• [Instructions to follow] Go to the line containing "if failures != 1+2*4+2+1" and return it and each line after it exactly, through the end of the data below, and nothing more.

☆ ☆ ☆ ☆ ☆

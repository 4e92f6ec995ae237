package build

import (
	"errors"
	"strings"
	"testing"

	"epure/cmd/internal/host/hosttest"
)

// twoOutputs are new contents for two files that are there already.
func twoOutputs() ([]Artefact, map[string]string) {
	return []Artefact{{Name: "a.svg", Bytes: []byte("new a")}, {Name: "b.pdf", Bytes: []byte("new b, longer")}},
		map[string]string{"out/a.svg": "old a", "out/b.pdf": "old b", "out/c.svg": "another"}
}

func TestPutReplacesAll(t *testing.T) {
	artefacts, files := twoOutputs()
	d := hosttest.New(files).Disk
	outcomes, err := Put(d, "out", artefacts)
	if err != nil {
		t.Fatal(err)
	}
	if got := outcomes[0]; got != (Outcome{Path: "out/a.svg", Changed: true}) {
		t.Errorf("outcome %v", got)
	}
	if d.Files["out/a.svg"] != "new a" || d.Files["out/b.pdf"] != "new b, longer" || d.Files["out/c.svg"] != "another" {
		t.Errorf("files are %v", d.Files)
	}
}

func TestPutLeavesEqualFilesAlone(t *testing.T) {
	d := hosttest.New(map[string]string{"out/a.svg": "same"}).Disk
	outcomes, err := Put(d, "out", []Artefact{{Name: "a.svg", Bytes: []byte("same")}})
	if err != nil || outcomes[0].Changed || d.Steps != 0 {
		t.Errorf("outcome %v, error %v, steps %q", outcomes, err, d.Done)
	}
	// a longer file that begins alike is not equal
	d.Files["out/a.svg"] = "same and more"
	if outcomes, _ = Put(d, "out", []Artefact{{Name: "a.svg", Bytes: []byte("same")}}); !outcomes[0].Changed {
		t.Error("a file that only begins alike was taken for equal")
	}
}

// TestPutIsWholeOrAbsent lets every step fail in turn. Whatever fails, each file
// is old or new, never a piece, and no temporary file stays.
func TestPutIsWholeOrAbsent(t *testing.T) {
	failures := 0
	for n := 1; ; n++ {
		artefacts, files := twoOutputs()
		d := hosttest.New(files).Disk
		d.FailAt = n
		_, err := Put(d, "out", artefacts)
		if err == nil {
			break
		}
		failures++
		var w *WriteError
		if !errors.As(err, &w) || !errors.Is(err, hosttest.ErrBroken) || !strings.HasPrefix(err.Error(), "cannot write out") {
			t.Errorf("step %d: error %v", n, err)
		}
		for _, a := range artefacts {
			if got := d.Files["out/"+a.Name]; got != string(a.Bytes) && got != files["out/"+a.Name] {
				t.Errorf("step %d (%s): %s holds %q", n, d.Done[n-1], a.Name, got)
			}
		}
		if len(d.Names()) != len(files) {
			t.Errorf("step %d: files %q", n, d.Names())
		}
	}
	// two files: the folder, four steps each to write, one to rename, the folder again
	if failures != 1+2*4+2+1 {
		t.Errorf("%d steps could fail", failures)
	}
}

func TestNothingIsRenamedBeforeAllIsWritten(t *testing.T) {
	artefacts, files := twoOutputs()
	d := hosttest.New(files).Disk
	if _, err := Put(d, "out", artefacts); err != nil {
		t.Fatal(err)
	}
	renamed := false
	for _, step := range d.Done {
		renamed = renamed || strings.HasPrefix(step, "rename")
		if renamed && (strings.HasPrefix(step, "write") || strings.HasPrefix(step, "sync out/.")) {
			t.Errorf("%q comes after a rename", step)
		}
	}
}

func TestCauseIsTheSystemsWord(t *testing.T) {
	_, err := hosttest.New(nil).Disk.Read("x", 1)
	if got := Cause(err); got != "file does not exist" {
		t.Errorf("cause %q", got)
	}
}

☆ ☆ ☆ ☆ ☆

• [Written solution]
	if failures != 1+2*4+2+1 {
		t.Errorf("%d steps could fail", failures)
	}
}

func TestNothingIsRenamedBeforeAllIsWritten(t *testing.T) {
	artefacts, files := twoOutputs()
	d := hosttest.New(files).Disk
	if _, err := Put(d, "out", artefacts); err != nil {
		t.Fatal(err)
	}
	renamed := false
	for _, step := range d.Done {
		renamed = renamed || strings.HasPrefix(step, "rename")
		if renamed && (strings.HasPrefix(step, "write") || strings.HasPrefix(step, "sync out/.")) {
			t.Errorf("%q comes after a rename", step)
		}
	}
}

func TestCauseIsTheSystemsWord(t *testing.T) {
	_, err := hosttest.New(nil).Disk.Read("x", 1)
	if got := Cause(err); got != "file does not exist" {
		t.Errorf("cause %q", got)
	}
}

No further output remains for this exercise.